“This is what would happen if I gave my kids a trust fund.” – said someone, about this book.
I fear this frame of mind for our youth. This casual nihilism, this destructive illusion of indestructibility. At times powerful, at other times, just not that compelling. Excessive, isn’t it? It is, at the very least, thought-provoking on the level of: If only you kids understood anything about how the world works. I recommend listening to the audio version, love thy neighbor, and try to wash out your ears afterward.
Bret Easton Ellis’ remarkable debut novel, rife with topical allusions, already glows with pure pop 80’s nostalgia (not that I’m that old…) in the 2010’s – why, it’s almost 2020, but somewhere, probably, kids are acting like this, and B. E. E. was brave enough to write about it in the first person, and having spent a day in L. A. I feel like I might have seen some of these people walking around… Joking, of course. Take the whole thing as a joke, it’s obviously an exaggeration… right?

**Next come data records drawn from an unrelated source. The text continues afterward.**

function RecordSection({ detail }: { detail: CycleDetail }) {
  const analysis = detail.analysis;
  const currentAnalysis = detail.analysisHistory.find((a) => a.id === detail.analysisId);
  return (
    <View>
      <View wrap={false}>
        <Heading>Instrument, files and analysis</Heading>
        <View style={s.facts}>
          <Fact label="Instrument">{detail.instrument ? detail.instrument.name : "not recorded"}</Fact>
          <Fact label="Instrument serial">
            <T style={s.mono}>{detail.instrument?.serialNumber ?? "—"}</T>
          </Fact>
          {calibrationFacts(detail.instrument).map((f) => (
            <Fact key={f.label} label={f.label}>
              <T style={f.lapsed ? s.fail : s.mono}>{f.value}</T>
            </Fact>
          ))}
          {analysis ? (
            <>
              <Fact label="Samples">{`${analysis.record.samples.toLocaleString("en-GB")} over ${formatDuration(analysis.record.durationS)}`}</Fact>
              <Fact label="Sample interval">{`${fixed(analysis.record.medianSampleIntervalS, 2)} s (median)`}</Fact>
              {analysis.kind === "air-leakage" ? null : (
                <Fact label="Plateaus found">{`${analysis.plateausFound}${analysis.plateauIndex !== null ? `; number ${analysis.plateauIndex + 1} analysed` : ""}`}</Fact>
              )}
              <Fact label="Analysis engine">
                <T style={s.mono}>{analysis.engineVersion}</T>
              </Fact>
            </>
          ) : null}
          <Fact label="Analysis id" wide>
            <T style={s.mono}>{detail.analysisId ?? "—"}</T>
          </Fact>
          {currentAnalysis ? (
            <Fact label="Analysis input" wide>
              <T style={s.mono}>{`SHA-256 ${currentAnalysis.inputHash}`}</T>
            </Fact>
          ) : null}
        </View>
      </View>
      <T style={[s.h3, { marginTop: 6 }]}>{detail.files.length === 1 ? "Logger file" : "Logger files"}</T>
      {detail.files.length === 0 ? (
        <T style={s.muted}>No logger file is attached.</T>
      ) : (
        detail.files.map((f) => (
          <View key={f.id} style={[s.tr, { flexDirection: "column", paddingVertical: 3 }]} wrap={false}>
            <View style={{ flexDirection: "row", justifyContent: "space-between" }}>
              <T style={[s.mono, s.strong]}>{f.name}</T>
              <T style={s.small}>{`${bytes(f.size)} · uploaded ${bothClocks(f.uploadedAt, detail.site.timeZone).site} by ${f.uploadedBy}`}</T>
            </View>
            <T style={s.monoSmall}>{`SHA-256 ${f.sha256}`}</T>
          </View>
        ))
      )}
    </View>
  );
}

function SignatureBlock({ sig, zone }: { sig: SignatureView; zone: string }) {
  const when = bothClocks(sig.signedAt, zone);
  return (
    <View style={s.signature} wrap={false}>
      <View style={{ flexDirection: "row", justifyContent: "space-between" }}>
        <View style={{ flex: 1 }}>
          <T style={s.signatureName}>{sig.printedName}</T>
          <T style={s.muted}>{sig.role}</T>
        </View>
        <View style={{ width: 210 }}>
          <T style={[s.small, { textAlign: "right" }]}>{`Signed ${when.utc}`}</T>
          <T style={[s.small, { textAlign: "right" }]}>{when.site}</T>
        </View>
      </View>
      <T
        style={[
          s.signatureMeaning,
          {
            color:
              sig.meaning === "failure-confirmed"
                ? colour.fail700
                : sig.meaning === "returned" || sig.meaning === "rejected"
                  ? colour.caution700
                  : sig.meaning === "approved"
                    ? colour.pass700
                    : colour.ink,
          },
        ]}
      >
        {meaningText(sig.meaning)}
      </T>
      {sig.reason ? <T>{`Reason: ${sig.reason}`}</T> : null}
      <T style={[s.monoSmall, { marginTop: 3 }]}>{`Bundle SHA-256 ${sig.bundleHash}`}</T>
      <T style={[s.small, sig.valid ? { color: colour.pass700 } : s.fail]}>
        {sig.valid ? "Verified when this report was made: the bundle recomputed from the record matches the signed hash." : "DOES NOT VERIFY: the record has changed since this signature was given."}
      </T>
    </View>
  );
}

function SignaturesSection({ signatures, zone }: { signatures: SignatureView[]; zone: string }) {
  return (
    <View>
      <View wrap={false}>
        <Heading>Signatures</Heading>
        <T style={[s.small, { marginBottom: 5 }]}>
          Each electronic signature shows the signer{"'"}s printed name, the date and time of signing and what the signature means (21 CFR 11.50). It is bound to this record by the SHA-256 of the
          record{"'"}s signed bundle: file hashes, analysis figures and cycle fields; a change to any of them stops the signature verifying (21 CFR 11.70).
        </T>
        {signatures.length === 0 ? (
          <View style={s.signatureBlank}>
            <T>No electronic signature yet. This record has not been reviewed or approved.</T>
          </View>
        ) : (
          <SignatureBlock sig={signatures[0]} zone={zone} />
        )}
      </View>
      {signatures.slice(1).map((sig) => (
        <SignatureBlock key={sig.id} sig={sig} zone={zone} />
      ))}
    </View>
  );
}
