import { ClipPath, Defs, G, Line, Path, Rect, Svg } from "@react-pdf/renderer";
import type { SeriesResponse } from "@/lib/cycles/contracts";
import { extent, linePath, niceTicks, scaleLinear, timeTicks } from "@/lib/charts/scale";
import { SvgLabel } from "./svg";
import { colour, loadChannelStyle, seriesStyle } from "./theme";
import { fixed } from "./text";

export type TimeChartProps = {
  id: string;
  series: SeriesResponse;
  width: number;
  height: number;
  fromS: number;
  toS: number;
  /** fixed temperature range (e.g. around the band); otherwise fitted to the data */
  temperatureDomain?: [number, number];
  showPressure: boolean;
  /** label plateau start and end at the top of the plot */
  labelPlateau: boolean;
  timeAxisNote?: string;
};

const MARGIN = { top: 12, bottom: 30, left: 36 };

/** A time tick as the report prints it: m:ss, whole minutes, or hours, after the axis's step. */
function timeTickLabel(seconds: number, stepS: number): string {
  if (stepS >= 3600) return `${Math.round(seconds / 3600)} h`;
  if (stepS >= 60) {
    const minutes = Math.round(seconds / 60);
    return minutes >= 120 ? `${Math.floor(minutes / 60)} h ${String(minutes % 60).padStart(2, "0")}` : `${minutes}`;
  }
  const m = Math.floor(seconds / 60);
  const s = Math.round(seconds - m * 60);
  return `${m}:${String(s).padStart(2, "0")}`;
}

function timeAxisUnit(stepS: number): string {
  if (stepS >= 3600) return "h";
  if (stepS >= 60) return "min";
  return "min:s";
}

/** "plateau start" and "plateau end" beside their lines, or one "plateau" where the two would collide. */
function PlateauLabels({ xStart, xEnd, left, right, y }: { xStart: number; xEnd: number; left: number; right: number; y: number }) {
  const inside = (v: number) => v >= left - 0.5 && v <= right + 0.5;
  // Each label sits outside its line; they only meet when pushed in from a plot edge.
  const startLabelRight = Math.max(xStart - 2, left + 44);
  const endLabelLeft = Math.min(xEnd + 2, right - 40);
  if (inside(xStart) && inside(xEnd) && startLabelRight > endLabelLeft - 3) {
    const mid = Math.min(Math.max((xStart + xEnd) / 2, left + 14), right - 14);
    return (
      <SvgLabel x={mid} y={y} anchor="middle" fill={colour.brass700} weight={600}>
        plateau
      </SvgLabel>
    );
  }
  return (
    <G>
      {inside(xStart) ? (
        <SvgLabel x={startLabelRight} y={y} anchor="end" fill={colour.brass700} weight={600}>
          plateau start
        </SvgLabel>
      ) : null}
      {inside(xEnd) ? (
        <SvgLabel x={endLabelLeft} y={y} anchor="start" fill={colour.brass700} weight={600}>
          plateau end
        </SvgLabel>
      ) : null}
    </G>
  );
}

/** The cycle against time: temperatures and saturation temperature on the left axis, pressure on the right. */
export function TimeChart({ id, series, width, height, fromS, toS, temperatureDomain, showPressure, labelPlateau, timeAxisNote }: TimeChartProps) {
  const right = showPressure ? 40 : 12;
  const plot = { x: MARGIN.left, y: MARGIN.top, w: width - MARGIN.left - right, h: height - MARGIN.top - MARGIN.bottom };
  const span: [number, number] = toS > fromS ? [fromS, toS] : [fromS, fromS + 1];
  const x = scaleLinear(span, [plot.x, plot.x + plot.w]);

  const temperatureChannels = series.channels.filter((c) => c.kind !== "pressure");
  const pressureChannel = series.channels.find((c) => c.kind === "pressure");
  const fitted = extent(temperatureChannels.map((c) => c.values)) ?? [0, 140];
  const tTicks = temperatureDomain ? niceTicks(temperatureDomain[0], temperatureDomain[1], 6) : niceTicks(Math.min(fitted[0], series.band.low), Math.max(fitted[1], series.band.high), 7);
  const tDomain: [number, number] = temperatureDomain ?? [tTicks.min, tTicks.max];
  const yT = scaleLinear(tDomain, [plot.y + plot.h, plot.y]);

  const pFitted = pressureChannel ? extent([pressureChannel.values]) : null;
  const pTicks = niceTicks(0, pFitted ? pFitted[1] : 1, Math.max(3, tTicks.ticks.length - 1));
  const yP = scaleLinear([pTicks.min, pTicks.max], [plot.y + plot.h, plot.y]);

  const time = timeTicks(span[0], span[1], Math.max(4, Math.round(plot.w / 60)));
  const clamp = (v: number, lo: number, hi: number) => Math.min(Math.max(v, lo), hi);
  const yBandTop = clamp(yT(series.band.high), plot.y, plot.y + plot.h);
  const yBandLow = clamp(yT(series.band.low), plot.y, plot.y + plot.h);
  const inSpan = (s: number) => s >= span[0] && s <= span[1];
  const plateau = series.plateau;

  let loadIndex = 0;
  const loadPaths = series.channels.flatMap((c) => {
    if (c.role !== "load") return [];
    const style = loadChannelStyle(loadIndex++);
    return [<Path key={`load-${c.header}`} d={linePath(series.timesS, c.values, x, yT)} stroke={style.stroke} strokeWidth={seriesStyle.load.width} strokeDasharray={style.dash} fill="none" />];
  });
  const saturation = series.channels.find((c) => c.role === "saturation");
  const reference = series.channels.find((c) => c.role === "reference");
  const clipId = `clip-${id}`;

  return (
    <Svg width={width} height={height} viewBox={`0 0 ${width} ${height}`}>
      <Defs>
        <ClipPath id={clipId}>
          <Rect x={plot.x} y={plot.y} width={plot.w} height={plot.h} />
        </ClipPath>
      </Defs>
      <Rect x={plot.x} y={plot.y} width={plot.w} height={plot.h} fill={colour.paperRaised} />
      {yBandLow - yBandTop > 0.2 ? <Rect x={plot.x} y={yBandTop} width={plot.w} height={yBandLow - yBandTop} fill={colour.pass50} /> : null}
      {series.flags.map((flag, i) => {
        const from = clamp(x(flag.start), plot.x, plot.x + plot.w);
        const to = clamp(x(flag.end), plot.x, plot.x + plot.w);
        if (to - from <= 0 && !inSpan(flag.start)) return null;
        const w = Math.max(to - from, 1.2);
        return (
          <G key={`flag-${i}`}>
            <Rect x={from} y={plot.y} width={w} height={plot.h} fill={colour.fail50} />
            <Rect x={from} y={plot.y} width={w} height={3} fill={colour.fail500} />
          </G>
        );
      })}
      {tTicks.ticks
        .filter((t) => t >= tDomain[0] - 1e-9 && t <= tDomain[1] + 1e-9)
        .map((t) => (
          <G key={`t-${t}`}>
            <Line x1={plot.x} x2={plot.x + plot.w} y1={yT(t)} y2={yT(t)} stroke={colour.inkLine} strokeWidth={0.35} />
            <Line x1={plot.x - 3} x2={plot.x} y1={yT(t)} y2={yT(t)} stroke={colour.inkMuted} strokeWidth={0.5} />
            <SvgLabel x={plot.x - 5} y={yT(t) + 2.2} anchor="end">
              {fixed(t, tTicks.step < 1 ? 1 : 0)}
            </SvgLabel>
          </G>
        ))}
      {time.ticks.map((t) => (
        <G key={`x-${t}`}>
          <Line x1={x(t)} x2={x(t)} y1={plot.y} y2={plot.y + plot.h} stroke={colour.inkLine} strokeWidth={0.25} />
          <Line x1={x(t)} x2={x(t)} y1={plot.y + plot.h} y2={plot.y + plot.h + 3} stroke={colour.inkMuted} strokeWidth={0.5} />
          <SvgLabel x={x(t)} y={plot.y + plot.h + 10} anchor="middle">
            {timeTickLabel(t, time.stepS)}
          </SvgLabel>
        </G>
      ))}
      {yBandLow - yBandTop > 0.2 ? (
        <G>
          <Line x1={plot.x} x2={plot.x + plot.w} y1={yBandTop} y2={yBandTop} stroke={colour.pass500} strokeWidth={0.5} strokeDasharray="3 2" />
          <Line x1={plot.x} x2={plot.x + plot.w} y1={yBandLow} y2={yBandLow} stroke={colour.pass500} strokeWidth={0.5} strokeDasharray="3 2" />
        </G>
      ) : null}
      <G clipPath={`url(#${clipId})`}>
        {loadPaths}
        {showPressure && pressureChannel ? (
          <Path
            d={linePath(series.timesS, pressureChannel.values, x, yP)}
            stroke={seriesStyle.pressure.stroke}
            strokeWidth={seriesStyle.pressure.width}
            strokeDasharray={seriesStyle.pressure.dash}
            fill="none"
          />
        ) : null}
        {saturation ? (
          <Path
            d={linePath(series.timesS, saturation.values, x, yT)}
            stroke={seriesStyle.saturation.stroke}
            strokeWidth={seriesStyle.saturation.width}
            strokeDasharray={seriesStyle.saturation.dash}
            fill="none"
          />
        ) : null}
        {reference ? <Path d={linePath(series.timesS, reference.values, x, yT)} stroke={seriesStyle.reference.stroke} strokeWidth={seriesStyle.reference.width} fill="none" /> : null}
      </G>
      {plateau
        ? (
            [
              ["start", plateau.start],
              ["end", plateau.end],
            ] as const
          )
            .filter(([, s]) => inSpan(s))
            .map(([name, s]) => <Line key={`plateau-${name}`} x1={x(s)} x2={x(s)} y1={plot.y} y2={plot.y + plot.h} stroke={colour.brass600} strokeWidth={0.7} strokeDasharray="2 1.5" />)
        : null}
      {plateau && labelPlateau ? <PlateauLabels xStart={x(plateau.start)} xEnd={x(plateau.end)} left={plot.x} right={plot.x + plot.w} y={plot.y - 3} /> : null}
      <Rect x={plot.x} y={plot.y} width={plot.w} height={plot.h} fill="none" stroke={colour.inkFaint} strokeWidth={0.6} />
      {showPressure
        ? pTicks.ticks.map((p) => (
            <G key={`p-${p}`}>
              <Line x1={plot.x + plot.w} x2={plot.x + plot.w + 3} y1={yP(p)} y2={yP(p)} stroke={seriesStyle.pressure.stroke} strokeWidth={0.5} />
              <SvgLabel x={plot.x + plot.w + 5} y={yP(p) + 2.2} fill={colour.caution700}>
                {fixed(p, 0)}
              </SvgLabel>
            </G>
          ))
        : null}
      <SvgLabel x={9} y={plot.y + plot.h / 2} anchor="middle" rotate={-90} fill={colour.inkSoft} weight={500} size={6.8}>
        Temperature (°C)
      </SvgLabel>
      {showPressure ? (
        <SvgLabel x={width - 5} y={plot.y + plot.h / 2} anchor="middle" rotate={90} fill={colour.caution700} weight={500} size={6.8}>
          Chamber pressure (kPa abs)
        </SvgLabel>
      ) : null}
      <SvgLabel x={plot.x + plot.w / 2} y={height - 6} anchor="middle" fill={colour.inkSoft} weight={500} size={6.8}>
        {`Time since the first sample (${timeAxisUnit(time.stepS)})${timeAxisNote ? `  ·  ${timeAxisNote}` : ""}`}
      </SvgLabel>
    </Svg>
  );
}
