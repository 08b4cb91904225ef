import { Document, Page, View, renderToBuffer } from "@react-pdf/renderer";
import type { AuditLine } from "@/lib/domain/audit-words";
import { plural } from "@/lib/domain";
import type { LedgerHead } from "@/lib/integrity/anchors";
import { registerReportFonts } from "./fonts";
import { ReportFooter } from "./footer";
import { Fact, Heading, T, TableHead, type Column } from "./parts";
import { s } from "./styles";
import { pdfText } from "./text";
import { colour } from "./theme";

export type AuditExtractRow = AuditLine & { hash: string };

export type AuditExtractModel = {
  siteName: string;
  timeZone: string;
  exportedBy: { name: string; role: string; email: string };
  /** both clocks, already formatted */
  exportedAt: { iso: string; site: string; utc: string };
  filterWords: string[];
  head: LedgerHead;
  rows: AuditExtractRow[];
  verifyHint: string;
};

const columns: Column[] = [
  { title: "#", width: 7, numeric: true },
  { title: "When (site / UTC)", width: 19 },
  { title: "Who", width: 16 },
  { title: "What, old › new", width: 42 },
  { title: "Why", width: 16 },
];

const cell = (width: number) => ({ width: `${width}%`, paddingVertical: 2.5, paddingHorizontal: 3 });
const changeStyle = { fontSize: 6.8, color: colour.inkSoft };
const hashStyle = { fontSize: 5.8, color: colour.inkMuted, paddingHorizontal: 3, paddingBottom: 2.5 };
// Three fixed-width parts, so the site name never runs into the page number.

function EventRow({ row }: { row: AuditExtractRow }) {
  return (
    <View style={{ borderBottomWidth: 0.5, borderBottomColor: colour.inkLine }} wrap={false}>
      <View style={{ flexDirection: "row" }}>
        <T style={[cell(7), s.mono, { textAlign: "right" }]}>{String(row.seq)}</T>
        <View style={cell(19)}>
          <T>{row.when.site}</T>
          <T style={s.small}>{row.when.utc}</T>
        </View>
        <View style={cell(16)}>
          <T>{row.who}</T>
          {row.role ? <T style={s.small}>{row.role}</T> : null}
        </View>
        <View style={cell(42)}>
          <T>{row.what}</T>
          {row.record ? <T style={s.small}>{`Record: ${row.record.label}`}</T> : null}
          {row.changes.map((c, i) => (
            <T key={i} style={changeStyle}>{`${c.field}: ${c.old ?? "—"} › ${c.new ?? "—"}`}</T>
          ))}
        </View>
        <T style={cell(16)}>{row.reason ?? "—"}</T>
      </View>
      <T style={[s.monoSmall, hashStyle]}>{`event hash ${row.hash}`}</T>
    </View>
  );
}

export function AuditExtractDocument({ model }: { model: AuditExtractModel }) {
  const { head, rows } = model;
  const filter = model.filterWords.length ? model.filterWords.join("; ") : "none: every event of the site";
  return (
    <Document
      title={pdfText(`Papin audit trail extract: ${model.siteName}, ${model.exportedAt.utc}`)}
      author="Papin"
      subject={pdfText(`${model.siteName}: audit trail, ${rows.length} events`)}
      creator="Papin"
      producer="Papin"
      language="en-GB"
      creationDate={new Date(model.exportedAt.iso)}
      modificationDate={new Date(model.exportedAt.iso)}
    >
      <Page size="A4" style={s.page}>
        <View style={s.header} fixed>
          <View style={{ flexDirection: "row", alignItems: "flex-end" }}>
            <T style={s.brand}>PAPIN</T>
            <T style={s.headerTitle}>Audit trail extract</T>
          </View>
          <T style={s.headerRight}>{model.exportedAt.utc}</T>
        </View>
        <ReportFooter reportNumber={`Extract ${model.exportedAt.utc}`} about={`Audit trail of ${model.siteName}`} />

        <View style={s.titleBlock}>
          <T style={s.title}>{`Audit trail of ${model.siteName}`}</T>
          <T style={s.subtitle}>{`${plural(rows.length, "event")}, newest first`}</T>
        </View>

        <View style={[s.facts, { marginBottom: 10 }]}>
          <Fact label="Exported by" wide>{`${model.exportedBy.name} (${model.exportedBy.role}, ${model.exportedBy.email})`}</Fact>
          <Fact label="Exported at" wide>{`${model.exportedAt.site} (${model.timeZone}) · ${model.exportedAt.utc}`}</Fact>
          <Fact label="Filter" wide>
            {filter}
          </Fact>
          <Fact label="Events in this extract" wide>
            {String(rows.length)}
          </Fact>
          <Fact label="Ledger head" wide>
            <T>{`${head.events} events in the whole ledger; the last is event ${head.lastSeq}, chain hash (SHA-256):`}</T>
            <T style={s.monoSmall}>{head.lastHash}</T>
          </Fact>
          <Fact label="How to verify" wide>
            {model.verifyHint}
          </Fact>
        </View>

        <Heading>Events</Heading>
        <View style={s.table}>
          <TableHead columns={columns} />
          {rows.length === 0 ? <T style={[s.muted, { padding: 4 }]}>No event matches this filter.</T> : rows.map((row) => <EventRow key={row.seq} row={row} />)}
        </View>
        <T style={[s.caption, { marginTop: 6 }]}>
          Each event hash is the SHA-256 of the event as written, chained to the event before it; Audit ledger in Papin recomputes the whole chain and compares it with the copies of its head kept
          outside the database.
        </T>
      </Page>
    </Document>
  );
}

/** Renders the extract; the same model gives the same bytes (dates from exportedAt), so its SHA-256 can be recorded and checked. */
export async function renderAuditExtract(model: AuditExtractModel): Promise<Buffer> {
  registerReportFonts();
  return renderToBuffer(<AuditExtractDocument model={model} />);
}
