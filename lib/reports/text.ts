/**
 * The shipped Inter and JetBrains Mono files are "latin" subsets. The code points below are the
 * ones every shipped face has a glyph for (read from the fonts' cmap tables); anything else would
 * print as an empty box, so it is written out in characters the fonts carry.
 */
const REPLACEMENTS: Record<string, string> = {
  "≤": "<=",
  "≥": ">=",
  "≈": "~",
  "≠": "!=",
  "→": "›",
  "←": "‹",
  "⇒": "›",
  Δ: "delta ",
  "∆": "delta ",
  "✓": "yes",
  "✗": "no",
  "‰": " per mille",
  "\u2002": " ",
  "\u2003": " ",
  "\u2009": " ",
  "\u200a": " ",
  "\u202f": " ",
  "\u2010": "-",
  "\u2011": "-",
  "\u2012": "–",
  "\u2015": "—",
  "\u00ad": "",
  "\u200b": "",
};

const COVERED = new Set([
  0x131, 0x152, 0x153, 0x2bc, 0x2c6, 0x2da, 0x2dc, 0x300, 0x301, 0x303, 0x304, 0x308, 0x309, 0x323, 0x2013, 0x2014, 0x2018, 0x2019, 0x201a, 0x201c, 0x201d, 0x201e, 0x2022, 0x2026, 0x2032, 0x2033,
  0x2039, 0x203a, 0x2044, 0x20ac, 0x2122, 0x2191, 0x2193, 0x2212,
]);

/** True when every shipped face draws this code point. */
export function fontCovers(codePoint: number): boolean {
  return (codePoint >= 0x20 && codePoint <= 0x7e) || (codePoint >= 0xa0 && codePoint <= 0xff && codePoint !== 0xad) || COVERED.has(codePoint);
}

/** Text made safe for the report's fonts: known symbols spelt out, control characters dropped, the rest as "?". */
export function pdfText(value: string | number | null | undefined): string {
  if (value === null || value === undefined) return "";
  const text = String(value).normalize("NFC");
  let out = "";
  for (const char of text) {
    const replacement = REPLACEMENTS[char];
    if (replacement !== undefined) {
      out += replacement;
      continue;
    }
    const code = char.codePointAt(0) ?? 0;
    if (code === 0x0a) out += "\n";
    else if (code === 0x09) out += " ";
    else if (code < 0x20 || (code >= 0x7f && code < 0xa0)) continue;
    else if (fontCovers(code)) out += char;
    else out += "?";
  }
  return out;
}

export function fixed(value: number | null | undefined, digits: number): string {
  if (value === null || value === undefined || !Number.isFinite(value)) return "—";
  const text = value.toFixed(digits);
  return text.startsWith("-") ? `−${text.slice(1)}` : text;
}

export function signed(value: number | null | undefined, digits: number): string {
  if (value === null || value === undefined || !Number.isFinite(value)) return "—";
  return value > 0 ? `+${value.toFixed(digits)}` : fixed(value, digits);
}

export function bytes(n: number): string {
  const grouped = Math.round(n).toLocaleString("en-GB");
  if (n < 1024) return `${grouped} bytes`;
  const unit = n < 1024 * 1024 ? `${(n / 1024).toFixed(1)} KiB` : `${(n / 1024 / 1024).toFixed(2)} MiB`;
  return `${unit} (${grouped} bytes)`;
}
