import { View } from "@react-pdf/renderer";
import type { LedgerHead } from "@/lib/integrity/anchors";
import { s } from "./styles";
import { T } from "./parts";
import { plural } from "@/lib/domain";

/**
 * The audit ledger's head when the report was sealed at sign-off: anyone holding the PDF can later
 * ask whether the ledger still has this many events and this hash at this event.
 */
export function LedgerHeadRow({ head }: { head: LedgerHead }) {
  return (
    <View style={s.identityRow} wrap={false}>
      <T style={s.identityLabel}>Audit ledger at sign-off</T>
      <View style={{ flex: 1 }}>
        <T>{`${plural(head.events, "event")}; the last is event ${head.lastSeq}, chain hash (SHA-256):`}</T>
        <T style={s.monoSmall}>{head.lastHash}</T>
      </View>
    </View>
  );
}
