import { Image, View } from "@react-pdf/renderer";
import { INDICATOR_SHEET_RESULT_LABELS, type IndicatorSheetResult } from "@/lib/domain";
import { BOWIE_DICK } from "@/lib/periodic-tests/limits";
import { Fact, Heading, T } from "./parts";
import { s } from "./styles";
import { colour } from "./theme";
import { bothClocks } from "./time";

/** What the report prints of a Bowie-Dick test: the sheet's reading and its photo; null when no sheet was recorded. */
export type BowieDickReportSheet = {
  result: IndicatorSheetResult;
  passed: boolean;
  indicatorLot: string | null;
  recordedByName: string;
  recordedAt: string;
  photo: { name: string; contentType: string; sha256: string; bytes: Uint8Array } | null;
} | null;

const box = {
  pass: { border: colour.pass500, background: colour.pass50, ink: colour.pass700, word: "PASS" },
  fail: { border: colour.fail500, background: colour.fail50, ink: colour.fail700, word: "FAIL" },
  none: { border: colour.caution500, background: colour.caution50, ink: colour.caution700, word: "NO RESULT" },
};

/**
 * The section a Bowie-Dick cycle prints instead of the thermometric findings: the verdict is the
 * indicator sheet's colour change (DOMAIN.md §2.7), never the plateau analysis of a logged file,
 * which the report still draws as information.
 */
export function BowieDickSection({ sheet, zone }: { sheet: BowieDickReportSheet; zone: string }) {
  const v = box[sheet ? (sheet.passed ? "pass" : "fail") : "none"];
  const read = sheet ? bothClocks(sheet.recordedAt, zone) : null;
  return (
    <View style={{ marginBottom: 6 }}>
      <View style={[s.verdict, { borderColor: v.border, backgroundColor: v.background }]} wrap={false}>
        <View style={s.verdictWordBox}>
          <T style={[s.verdictCaption, { color: v.ink }]}>VERDICT FROM THE INDICATOR SHEET</T>
          <T style={[s.verdictWord, { color: v.ink }, sheet ? {} : { fontSize: 18 }]}>{v.word}</T>
        </View>
        <View style={[s.verdictBody, { borderLeftColor: v.border }]}>
          <T style={s.verdictSummary}>
            {sheet
              ? sheet.passed
                ? "The indicator sheet changed colour uniformly: steam penetrated the test pack evenly."
                : "The indicator sheet did not change uniformly: steam did not penetrate the test pack evenly. Poor air removal, a leak during air removal or non-condensable gas are possible causes; the sterilizer stays out of use until a repeat test passes."
              : "No indicator sheet has been recorded for this Bowie-Dick cycle, so it has no verdict."}
          </T>
          <T style={[s.small, { marginTop: 3 }]}>{`Criterion: ${BOWIE_DICK.basis}.`}</T>
        </View>
      </View>

      <View wrap={false}>
        <Heading>Steam penetration test: the indicator sheet</Heading>
        {sheet ? (
          <View style={s.facts}>
            <Fact label="Result">{INDICATOR_SHEET_RESULT_LABELS[sheet.result]}</Fact>
            <Fact label="Indicator lot">{sheet.indicatorLot ?? "not recorded"}</Fact>
            <Fact label="Read by">{sheet.recordedByName}</Fact>
            <Fact label="Recorded (site)">{read!.site}</Fact>
            <Fact label="Photo">{sheet.photo ? sheet.photo.name : "missing"}</Fact>
            <Fact label="Photo type">{sheet.photo ? sheet.photo.contentType : "—"}</Fact>
            <Fact label="Photo SHA-256" wide>
              <T style={s.mono}>{sheet.photo ? sheet.photo.sha256 : "—"}</T>
            </Fact>
          </View>
        ) : (
          <T style={s.muted}>No sheet recorded.</T>
        )}
      </View>
      {sheet?.photo ? (
        <View style={[s.chartBox, { alignItems: "center", marginTop: 6 }]} wrap={false}>
          {/* eslint-disable-next-line jsx-a11y/alt-text -- react-pdf's Image has no alt; the caption below names the photo */}
          <Image src={{ data: Buffer.from(sheet.photo.bytes), format: sheet.photo.contentType === "image/png" ? "png" : "jpg" }} style={{ maxWidth: "100%", maxHeight: 260, objectFit: "contain" }} />
          <T style={s.caption}>The photo of the indicator sheet as uploaded; its SHA-256 above identifies the stored file.</T>
        </View>
      ) : null}
      <T style={s.caption}>The logged cycle below, if a file was attached, is shown as information: its thermometric checks do not decide a Bowie-Dick test.</T>
    </View>
  );
}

It benefits from brevity. Being in the vicinity of these characters is possibly toxic. I found the other Ellis book I read less bearable than this one. He works in this sub-genre, skirting Hunter S. Thompson and Johnathan Lethem, carving out his own literary digs next to Donna Tartt, and reusing his characters later, at greater length, though I don’t think I have the wherewithal to follow through and read the rest of his oeuvre.